→ EXERCISE BRIEF: Look in the material below for the line holding "of --slurm keeps". Set it down exactly, with each later line up to and including the line holding "if len(args) > 0 || flags.Changed(name)".

→ THE INPUT:
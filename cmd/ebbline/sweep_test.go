package main

import (
	"bytes"
	"os"
	"path/filepath"
	"strings"
	"testing"
	"unicode/utf8"

	"github.com/spf13/cobra"
)

const sweepCase = `# an invented pond
[case]
title = "an invented pond"
counts = "adult females"
[question]
threshold = 10
horizon = 12
limit = 0.15
[start]
abundance = 50
year = 2031
[births]
breeding = "pulse"
rate = 0.45
year_sd = 0.15
crowding = { form = "linear", capacity = 110 }
[deaths]
fraction = 0.27
[[harvest]]
name = "control"
rule = "constant"
take = 3
when = "end"
[run]
replicates = 400
[[sweep]]
key = "harvest.control.take"
from = 0
to = 8
step = 2
[[sweep]]
key = "start.abundance"
values = [30, 60]
[minimum]
from = 12
to = 300
`

// command runs one of the commands as the program does and gives its exit status.
func command(make func(*app) *cobra.Command, args ...string) (status int, out, errs string) {
	var o, e bytes.Buffer
	a := &app{in: strings.NewReader(""), out: &o, errs: &e}
	c := make(a)
	c.SetArgs(args)
	c.SetOut(&o)
	c.SetErr(&e)
	c.SilenceErrors, c.SilenceUsage = true, true
	status = a.status(c.Execute())
	return status, o.String(), e.String()
}

// inFolder writes the case into a new folder and goes there.
func inFolder(t *testing.T) {
	t.Helper()
	t.Chdir(t.TempDir())
	if err := os.WriteFile("pond.toml", []byte(sweepCase), 0o666); err != nil {
		t.Fatal(err)
	}
}

func mustRun(t *testing.T, make func(*app) *cobra.Command, args ...string) string {
	t.Helper()
	status, out, errs := command(make, args...)
	if status != 0 {
		t.Fatalf("%v: status %d\n%s", args, status, errs)
	}
	return out
}

func same(t *testing.T, a, b string) {
	t.Helper()
	x, err := os.ReadFile(a)
	if err != nil {
		t.Fatal(err)
	}
	y, err := os.ReadFile(b)
	if err != nil {
		t.Fatal(err)
	}
	if !bytes.Equal(x, y) {
		t.Errorf("%s and %s differ", a, b)
	}
}

// TestSweepFiles: one run, shards that are merged, and a resumed run write the
// same workbook, JSON and CSV, byte for byte; a ledger nobody named is gone at
// the end.
func TestSweepFiles(t *testing.T) {
	inFolder(t)
	common := []string{"pond.toml", "--seed", "7", "--no-exact"}
	out := mustRun(t, newSweep, append(common, "--out", "one.xlsx", "--json", "one.json", "--csv", "one")...)
	for _, line := range strings.Split(out, "\n") {
		if utf8.RuneCountInString(line) > 80 {
			t.Errorf("a line of %d columns: %s", utf8.RuneCountInString(line), line)
		}
	}
	if !strings.Contains(out, "The largest harvest.control.take within the limit of 15 % is") {
		t.Error(out)
	}
	if left, _ := filepath.Glob("*.ledger"); len(left) > 0 {
		t.Errorf("left behind: %v", left)
	}
	mustRun(t, newSweep, append(common, "--shard", "1/2", "--ledger", "a")...)
	if status, _, errs := command(newMerge, "a", "--out", "two.xlsx"); status != 1 || !strings.Contains(errs, "that is shard 2/2") {
		t.Errorf("status %d: %s", status, errs)
	}
	mustRun(t, newSweep, append(common, "--shard", "2/2", "--ledger", "b")...)
	mustRun(t, newMerge, "a", "b", "--no-exact", "--out", "two.xlsx", "--json", "two.json", "--csv", "two")
	mustRun(t, newSweep, append(common, "--ledger", "a", "--resume", "--out", "three.xlsx", "--json", "three.json", "--csv", "three")...)
	for _, n := range []string{"two", "three"} {
		same(t, "one.xlsx", n+".xlsx")
		same(t, "one.json", n+".json")
		same(t, "one/sweep.csv", n+"/sweep.csv")
		same(t, "one/search.csv", n+"/search.csv")
	}
	// A ledger of another seed, and one that is there already.
	if status, _, errs := command(newSweep, "pond.toml", "--seed", "8", "--ledger", "a", "--resume", "--out", "x.xlsx"); status != 2 || !strings.Contains(errs, "seed is 7") {
		t.Errorf("status %d: %s", status, errs)
	}
	if status, _, errs := command(newSweep, append(common, "--ledger", "a", "--out", "x.xlsx")...); status != 2 || !strings.Contains(errs, "--resume") {
		t.Errorf("status %d: %s", status, errs)
	}
	// Files of somebody else are not overwritten, and nothing runs.
	if status, _, errs := command(newSweep, append(common, "--out", "x.xlsx", "--json", "one.json")...); status != 2 || !strings.Contains(errs, "one.json exists") {
		t.Errorf("status %d: %s", status, errs)
	}
}

// TestSweepOtherKinds: inputs and structures, the minimum, and bad usage.
func TestSweepOtherKinds(t *testing.T) {
	inFolder(t)
	for _, out := range []string{
		mustRun(t, newSweep, "pond.toml", "--structures", "--out", "each.xlsx", "--json", "each.json"),
		mustRun(t, newMinimum, "pond.toml", "--out", "size.xlsx", "--json", "size.json"),
	} {
		for _, line := range strings.Split(out, "\n") {
			if utf8.RuneCountInString(line) > 80 {
				t.Errorf("a line of %d columns: %s", utf8.RuneCountInString(line), line)
			}
		}
	}
	for _, want := range []struct{ file, key string }{{"each.json", `"influences"`}, {"each.json", `"structures"`}, {"size.json", `"minimum": {`}, {"size.json", `"trace"`}} {
		data, err := os.ReadFile(want.file)
		if err != nil || !bytes.Contains(data, []byte(want.key)) {
			t.Errorf("%s lacks %s (%v)", want.file, want.key, err)
		}
	}
	for want, args := range map[string][]string{
		"--each 0%":    {"pond.toml", "--each", "0%"},
		"--each x":     {"pond.toml", "--each", "x"},
		"--shard 3/2":  {"pond.toml", "--shard", "3/2"},
		"--workers -1": {"pond.toml", "--workers", "-1"},
		"[[sweep]]":    {"--example", "fish-pond"},
	} {
		if status, _, errs := command(newSweep, args...); status != 2 || !strings.Contains(errs, want) {
			t.Errorf("%v: status %d: %s", args, status, errs)
		}
	}
}
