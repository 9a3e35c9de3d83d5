package main

import (
	"flag"
	"os"
	"path/filepath"
	"testing"

	"github.com/rogpeppe/go-internal/testscript"
)

var update = flag.Bool("update", false, "rewrite the expected output in testdata/scripts")

func TestMain(m *testing.M) {
	testscript.Main(m, map[string]func(){
		"ebbline": func() { os.Exit(run(os.Args[1:], os.Stdin, os.Stdout, os.Stderr)) },
	})
}

// TestScripts runs the commands as a person does: each file of testdata/scripts
// holds command lines, what they must print, their exit status and their files.
func TestScripts(t *testing.T) {
	testscript.Run(t, testscript.Params{
		Dir:                 filepath.Join("..", "..", "testdata", "scripts"),
		UpdateScripts:       *update,
		RequireExplicitExec: true,
		Cmds: map[string]func(ts *testscript.TestScript, neg bool, args []string){
			"status": status,
		},
	})
}

// status runs "status N ebbline ...", and fails unless the exit status is N.
func status(ts *testscript.TestScript, neg bool, args []string) {
	if neg || len(args) < 2 {
		ts.Fatalf("usage: status N command [args]")
	}
	err := ts.Exec(args[1], args[2:]...)
	got := "0"
	if err != nil {
		got = exitStatus(err)
	}
	if got != args[0] {
		ts.Fatalf("exit status %s, want %s", got, args[0])
	}
}

func exitStatus(err error) string {
	type exiter interface{ ExitCode() int }
	if e, ok := err.(exiter); ok {
		return string(rune('0' + e.ExitCode()))
	}
	return err.Error()
}
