package main

import (
	"fmt"
	"os"
	"path/filepath"
	"strings"

	"ebbline/pva/casefile"
	"ebbline/pva/casefile/examples"
	"ebbline/pva/casefile/sheet"
	"ebbline/reports"

	"github.com/spf13/cobra"
)

func newNew(a *app) *cobra.Command {
	var force bool
	cmd := &cobra.Command{
		Use:   "new [FILE]",
		Short: "Write a commented starter case",
		Long: `Writes a case file to begin from, with every key explained: to FILE, or to
standard output without one. A name that ends in .xlsx gives a workbook, with
lists to choose from. The population in it is invented.`,
		Example: "  ebbline new mycase.toml\n  ebbline new mycase.xlsx",
		Args:    cobra.MaximumNArgs(1),
		RunE: func(_ *cobra.Command, args []string) error {
			if len(args) > 0 && isWorkbook(args[0]) {
				return a.writeStarter(args[0], force)
			}
			return a.writeText(args, 0, casefile.Starter(), force, "Fill it in, then: ebbline check ")
		},
	}
	cmd.Flags().BoolVar(&force, "force", false, "overwrite an existing file")
	return cmd
}

func newExample(a *app) *cobra.Command {
	var force bool
	cmd := &cobra.Command{
		Use:   "example [NAME [FILE]]",
		Short: "List the built-in cases, or write one out",
		Long: `Without a name, lists the built-in cases. With one, prints that case, or writes
it to FILE. All of them are invented, in places that do not exist.`,
		Example: "  ebbline example marsh-heron heron.toml",
		Args:    cobra.MaximumNArgs(2),
		RunE: func(_ *cobra.Command, args []string) error {
			if len(args) == 0 {
				return a.listExamples()
			}
			data, err := examples.Get(args[0])
			if err != nil {
				return badInput{err}
			}
			return a.writeText(args, 1, data, force, "Assess it with: ebbline assess ")
		},
	}
	cmd.Flags().BoolVar(&force, "force", false, "overwrite an existing file")
	return cmd
}

func (a *app) listExamples() error {
	for _, name := range examples.Names() {
		data, err := examples.Get(name)
		if err != nil {
			return err
		}
		c, faults := casefile.Read(name+".toml", data)
		if len(faults) > 0 {
			return faults
		}
		if _, err := fmt.Fprintf(a.out, "%-20s %s\n", name, c.Title); err != nil {
			return err
		}
	}
	return nil
}

// writeText writes a file named by args[at], or to standard output.
func (a *app) writeText(args []string, at int, data []byte, force bool, next string) error {
	if len(args) <= at {
		_, err := a.out.Write(data)
		return err
	}
	path := args[at]
	if !strings.EqualFold(filepath.Ext(path), ".toml") {
		return badInputf("%s: a case file ends in .toml", path)
	}
	return a.writeCase(path, data, force, next)
}

// writeStarter writes the starter workbook.
func (a *app) writeStarter(path string, force bool) error {
	data, err := sheet.Starter()
	if err != nil {
		return err
	}
	return a.writeCase(path, data, force, "Fill it in, then: ebbline check ")
}

// writeCase saves a case to a new file and says what may come next.
func (a *app) writeCase(path string, data []byte, force bool, next string) error {
	switch info, err := os.Stat(path); {
	case err == nil && info.IsDir():
		return badInputf("%s is a folder; give the name of a file", path)
	case err == nil && !force:
		return badInputf("%s exists; use --force to replace it", path)
	}
	if err := takesFiles(path, filepath.Dir(path)); err != nil {
		return err
	}
	if err := reports.Save(path, data); err != nil {
		return err
	}
	_, err := fmt.Fprintln(a.out, "Wrote "+path+". "+next+path)
	return err
}
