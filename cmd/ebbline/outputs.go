package main

import (
	"errors"
	"fmt"
	"io/fs"
	"os"
	"path/filepath"
	"syscall"

	"ebbline/pva"
	"ebbline/reports"
	"ebbline/reports/tidy"
)

// outputs are the files a command writes.
type outputs struct {
	book, json, csv, figures string
	quiet, force             bool
}

func (o *outputs) addFlags(f flagSet) {
	f.StringVar(&o.book, "out", "", "write the report workbook to `FILE.xlsx` (default: beside the case)")
	f.StringVar(&o.json, "json", "", "write the result as JSON to `FILE` (- is standard output)")
	f.StringVar(&o.csv, "csv", "", "write CSV tables into the folder `DIR`")
	f.StringVar(&o.figures, "figures", "", "draw the report's charts as PNG and SVG into the folder `DIR`")
	f.BoolVar(&o.quiet, "quiet", false, "print nothing but errors")
	f.BoolVar(&o.force, "force", false, "overwrite files that are not this case's own report")
}

type flagSet interface {
	StringVar(p *string, name, value, usage string)
	BoolVar(p *bool, name string, value bool, usage string)
}

// check makes sure, before anything runs, that every file of an assessment can
// be written and that none is lost.
func (o *outputs) check(book string, c *pva.Case, name string) error {
	return o.checkFiles(book, c, name, csvFiles...)
}

// fresh refuses to overwrite a file without --force, and the case itself with it,
// and a file in a folder that takes none.
func (o *outputs) fresh(path, caseName string) error {
	if sameFile(path, caseName) {
		return badInputf("%s is the case itself; give another name", path)
	}
	info, err := os.Stat(path)
	switch {
	case err == nil && info.IsDir():
		return badInputf("%s is a folder; give the name of a file", path)
	case err == nil && !o.force:
		return badInputf("%s exists; use --force to replace it", path)
	}
	dir := filepath.Dir(path)
	if dir == filepath.Clean(o.csv) || dir == filepath.Clean(o.figures) {
		dir = existing(dir) // the rest is made when it is written
	}
	return takesFiles(path, dir)
}

// takesFiles makes sure that a file can be made at path, in the folder given.
func takesFiles(path, dir string) error {
	if _, err := os.Lstat(path); errors.Is(err, syscall.ENAMETOOLONG) {
		return badInputf("%s cannot be the name of a file (%v); give a shorter one", path, syscall.ENAMETOOLONG)
	}
	switch info, err := os.Stat(dir); {
	case errors.Is(err, fs.ErrNotExist):
		return badInputf("%s: the folder %s does not exist", path, dir)
	case err != nil:
		return badInput{fmt.Errorf("%s: %w", path, plainPathError(err))}
	case !info.IsDir():
		return badInputf("%s: %s is a file and no folder; give another place", path, dir)
	}
	if err := reports.CheckFolder(dir); err != nil {
		return badInput{err}
	}
	return nil
}

// existing is the nearest folder above dir, or dir itself, that is there.
func existing(dir string) string {
	for {
		if _, err := os.Lstat(dir); err == nil {
			return dir
		}
		up := filepath.Dir(dir)
		if up == dir {
			return dir
		}
		dir = up
	}
}

var csvFiles = []string{"years.csv", "inputs.csv"}

// write writes the files of an assessment.
func (o *outputs) write(a *app, r *reports.Report, result *pva.Assessment, book string) error {
	doc, err := tidy.JSON(result, pva.Version, "assess")
	if err != nil {
		return err
	}
	tables := map[string][]byte{}
	if o.csv != "" {
		if tables["years.csv"], err = tidy.Years(result); err != nil {
			return err
		}
		if tables["inputs.csv"], err = tidy.Inputs(reports.InputsTable(result.Case)); err != nil {
			return err
		}
	}
	return o.writeFiles(a, r, book, doc, tables)
}
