package main

import (
	"fmt"
	"os"
	"os/exec"
	"path/filepath"
	"strconv"
	"strings"

	"ebbline/pva"
	"ebbline/pva/casefile"
	"ebbline/pva/sweep"
	"ebbline/pva/sweep/cluster"
	"ebbline/pva/sweep/ledger"
)

// slurmOptions are the flags of a sweep that is laid out as a job folder.
type slurmOptions struct {
	dir     string // of the job: to write, to submit, or to run one shard of
	status  string // of the job to look at
	submit  bool
	shards  int
	program string
	ask     cluster.Slurm
}

// Flags that mean something only beside --slurm.
var onlyWithSlurm = []string{"submit", "shards", "program", "partition", "account", "time", "memory", "cpus", "line", "prefix"}

type slurmFlags interface {
	longFlags
	StringArrayVar(p *[]string, name string, value []string, usage string)
}

func (s *slurmOptions) addFlags(f slurmFlags) {
	f.StringVar(&s.dir, "slurm", "", "write the sweep as a job for Slurm into the folder `DIR`; without CASE, the job that is there")
	f.StringVar(&s.status, "status", "", "say what of the job in the folder `DIR` is done, failed or missing")
	f.BoolVar(&s.submit, "submit", false, "submit the job of --slurm; with --resume only what is missing")
	f.IntVar(&s.shards, "shards", 0, "cut the job of --slurm into so many shards (default: so that each lasts about ten minutes)")
	f.StringVar(&s.program, "program", "", "the tasks of --slurm run the program `FILE` (default: this one)")
	f.StringVar(&s.ask.Partition, "partition", "", "partition for the tasks of --slurm, `NAME`")
	f.StringVar(&s.ask.Account, "account", "", "account for the tasks of --slurm, `NAME`")
	f.StringVar(&s.ask.Time, "time", "", "time limit of each task of --slurm, `LIMIT`, such as 2:00:00")
	f.StringVar(&s.ask.Memory, "memory", "", "memory of each task of --slurm, `SIZE`, such as 2G")
	f.IntVar(&s.ask.Cores, "cpus", 1, "cores of each task of --slurm")
	f.StringArrayVar(&s.ask.Lines, "line", nil, "a `LINE` of shell before the program in the scripts of --slurm, such as 'module load x' (repeatable)")
	f.StringVar(&s.ask.Prefix, "prefix", "", "`WORDS` before the program in the scripts of --slurm, such as 'apptainer exec image.sif'")
}

// slurm does what a sweep's command line asks of a job folder, if anything.
func (a *app) slurm(o *sweepOptions, args []string) (handled bool, err error) {
	s, flags := &o.slurm, o.caseInput.flags
	switch {
	case s.status != "" || flags.Changed("status"):
		if len(args) > 0 || flags.NFlag() > 1 {
			return true, badInputf("--status DIR stands alone: the folder says what its case is")
		}
		return true, a.jobStatus(s.status)
	case !flags.Changed("slurm"):
		for _, name := range onlyWithSlurm {
			if flags.Changed(name) {
				return true, badInputf("--%s says how a job is written or submitted; give --slurm DIR with it", name)
			}
		}
		return false, nil
	case s.dir == "":
		return true, badInputf("--slurm: give the name of a folder")
	case o.ledger != "":
		return true, badInputf("--ledger %s: the job of --slurm keeps its ledgers in its own folder", o.ledger)
	}
	dir, err := filepath.Abs(s.dir)
	if err != nil {
		return true, err
	}
	if o.shard != "" {
		for _, name := range append([]string{"set", "replicates", "seed", "example", "each", "structures", "out", "json", "csv", "figures", "force", "until-decided", "no-exact"}, onlyWithSlurm...) {
			if len(args) > 0 || flags.Changed(name) {
				return true, badInputf("--slurm DIR --shard I runs a shard of the job as it was written; only --workers and --quiet go with it")
			}
		}
		return true, a.runShard(o, dir)
	}
	return true, a.writeJob(o, args, dir)
}

// writeJob writes a job folder, or one that is there anew, and submits it.
func (a *app) writeJob(o *sweepOptions, args []string, dir string) error {
	s, flags := &o.slurm, o.caseInput.flags
	if err := o.longRun.check(); err != nil {
		return err
	}
	if s.submit {
		if _, err := exec.LookPath("sbatch"); err != nil {
			return badInputf("--submit: there is no sbatch on this machine; leave --submit away, and run DIR/submit.sh on a machine of the cluster")
		}
	}
	var had *cluster.Job
	if cluster.Holds(dir) {
		var err error
		if had, err = cluster.Read(dir); err != nil {
			return badInput{err}
		}
	}
	own := len(args) == 0 && o.example == "" // the job that is there
	if own {
		if had == nil {
			return badInputf("%s holds no job yet: name a case, or use --example NAME", s.dir)
		}
		for _, name := range []string{"set", "replicates", "seed", "each", "structures"} {
			if flags.Changed(name) {
				return badInputf("--%s: the job in %s is written for its own case; write another job into another folder", name, s.dir)
			}
		}
	}
	job, study, err := a.jobOf(o, args, had, own)
	if err != nil {
		return err
	}
	if had != nil {
		if d := job.Run.Difference(had.Run); d != "" {
			return badInputf("%s holds the job of another run: %s; name another folder with --slurm", s.dir, d)
		}
		if was := cluster.Submitted(dir); was != "" && !o.resume {
			return badInputf("%s is submitted already (%s); give --resume to go on with what is missing", s.dir, lastOf(was))
		}
		job.Shards = had.Shards
		if flags.Changed("shards") && s.shards != had.Shards {
			return badInputf("--shards %d: the job in %s is cut into %d, and stays so", s.shards, s.dir, had.Shards)
		}
		o.keepAsked(job, had)
	}
	if job.Program == "" {
		if job.Program, err = programFor(s.program); err != nil {
			return err
		}
	}
	seconds := 0.0
	if job.Shards, seconds, err = s.cut(job, study); err != nil {
		return err
	}
	if err := o.jobFiles(job, had, study, dir); err != nil {
		return err
	}
	if err := cluster.Write(dir, job); err != nil {
		return badInput{err}
	}
	if !o.quiet {
		a.say(false, wroteJob(job, s.dir, seconds))
	}
	return a.submitJob(o, job, dir)
}

// jobOf is the job that a command line asks for, and its study.
func (a *app) jobOf(o *sweepOptions, args []string, had *cluster.Job, own bool) (*cluster.Job, *sweep.Study, error) {
	var c *pva.Case
	var name, text, example string
	var study *sweep.Study
	var arguments string
	var err error
	if own {
		if c, study, arguments, err = o.again(o.slurm.dir, had.Run); err != nil {
			return nil, nil, err
		}
		name, text, example = had.Run.CaseFile, had.Run.Case, had.Run.Example
	} else {
		if c, name, err = o.read(args); err != nil {
			return nil, nil, err
		}
		if study, arguments, err = o.study(c); err != nil {
			return nil, nil, badInput{fmt.Errorf("%s: %w", name, err)}
		}
		text, example = string(casefile.Write(c)), o.example
	}
	if o.untilDecided && (study.Kind != sweep.Grid || !c.Question.Limit.Set) {
		return nil, nil, badInputf("--until-decided needs a grid and a limit (question.limit): there is no verdict to wait for")
	}
	run := study.Manifest(sweep.Options{Command: "sweep", Arguments: arguments, CaseText: text, CaseFile: name, Example: example})
	job := &cluster.Job{Run: run, Slurm: o.slurm.ask}
	job.Slurm.Workers = o.workers
	job.Report = cluster.Report{Book: o.book, JSON: o.json, CSV: o.csv, Figures: o.figures, NoExact: o.noExact, UntilDecided: o.untilDecided}
	return job, study, nil
}

// keepAsked keeps what was asked when the job was first written, unless it is
// asked for anew.
func (o *sweepOptions) keepAsked(job, had *cluster.Job) {
	flags := o.caseInput.flags
	keep := func(flag string, take func()) {
		if !flags.Changed(flag) {
			take()
		}
	}
	now, then := &job.Slurm, had.Slurm
	keep("partition", func() { now.Partition = then.Partition })
	keep("account", func() { now.Account = then.Account })
	keep("time", func() { now.Time = then.Time })
	keep("memory", func() { now.Memory = then.Memory })
	keep("cpus", func() { now.Cores = then.Cores })
	keep("line", func() { now.Lines = then.Lines })
	keep("prefix", func() { now.Prefix = then.Prefix })
	keep("workers", func() { now.Workers = then.Workers })
	keep("program", func() { job.Program = had.Program })
	files, was := &job.Report, had.Report
	keep("out", func() { files.Book = was.Book })
	keep("json", func() { files.JSON = was.JSON })
	keep("csv", func() { files.CSV = was.CSV })
	keep("figures", func() { files.Figures = was.Figures })
	keep("no-exact", func() { files.NoExact = was.NoExact })
	keep("until-decided", func() { files.UntilDecided = was.UntilDecided })
}

// programFor is the absolute path of the program that tasks run.
func programFor(asked string) (string, error) {
	if asked != "" {
		path, err := filepath.Abs(asked)
		if err != nil {
			return "", err
		}
		return path, nil
	}
	path, err := os.Executable()
	if err != nil {
		return "", badInputf("this program does not know where it stands (%v); say it with --program FILE", err)
	}
	if strings.Contains(filepath.ToSlash(path), "/go-build") {
		return "", badInputf("`go run` takes its program away when it ends, and tasks would not find it: build one with `go build ./cmd/ebbline` and run that, or name it with --program FILE")
	}
	return path, nil
}

// workersHere is how many workers run: as asked, or as many as Slurm gives a
// task, or (0) as there are cores.
func workersHere(asked int) int {
	if asked > 0 {
		return asked
	}
	for _, name := range []string{"SLURM_CPUS_PER_TASK", "SLURM_CPUS_ON_NODE"} {
		if n, err := strconv.Atoi(os.Getenv(name)); err == nil && n > 0 {
			return n
		}
	}
	return 0
}

// again makes the study of a manifest once more.
func (o *sweepOptions) again(dir string, m ledger.Manifest) (c *pva.Case, s *sweep.Study, arguments string, err error) {
	c, faults := casefile.Read(m.CaseFile, []byte(m.Case))
	if len(faults) > 0 {
		return nil, nil, "", badInput{fmt.Errorf("%s: the case in the manifest: %w", dir, faults)}
	}
	if c, err = overriddenAgain(c, m.Overridden); err != nil {
		return nil, nil, "", badInput{fmt.Errorf("%s: %w", dir, err)}
	}
	if err := o.takeArguments(m.Arguments); err != nil {
		return nil, nil, "", badInput{fmt.Errorf("%s: %w", dir, err)}
	}
	if s, arguments, err = o.study(c); err != nil {
		return nil, nil, "", badInput{fmt.Errorf("%s: %w", m.CaseFile, err)}
	}
	return c, s, arguments, nil
}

→ RESPONSE FOR THIS EXERCISE:
		return true, badInputf("--ledger %s: the job of --slurm keeps its ledgers in its own folder", o.ledger)
	}
	dir, err := filepath.Abs(s.dir)
	if err != nil {
		return true, err
	}
	if o.shard != "" {
		for _, name := range append([]string{"set", "replicates", "seed", "example", "each", "structures", "out", "json", "csv", "figures", "force", "until-decided", "no-exact"}, onlyWithSlurm...) {
			if len(args) > 0 || flags.Changed(name) {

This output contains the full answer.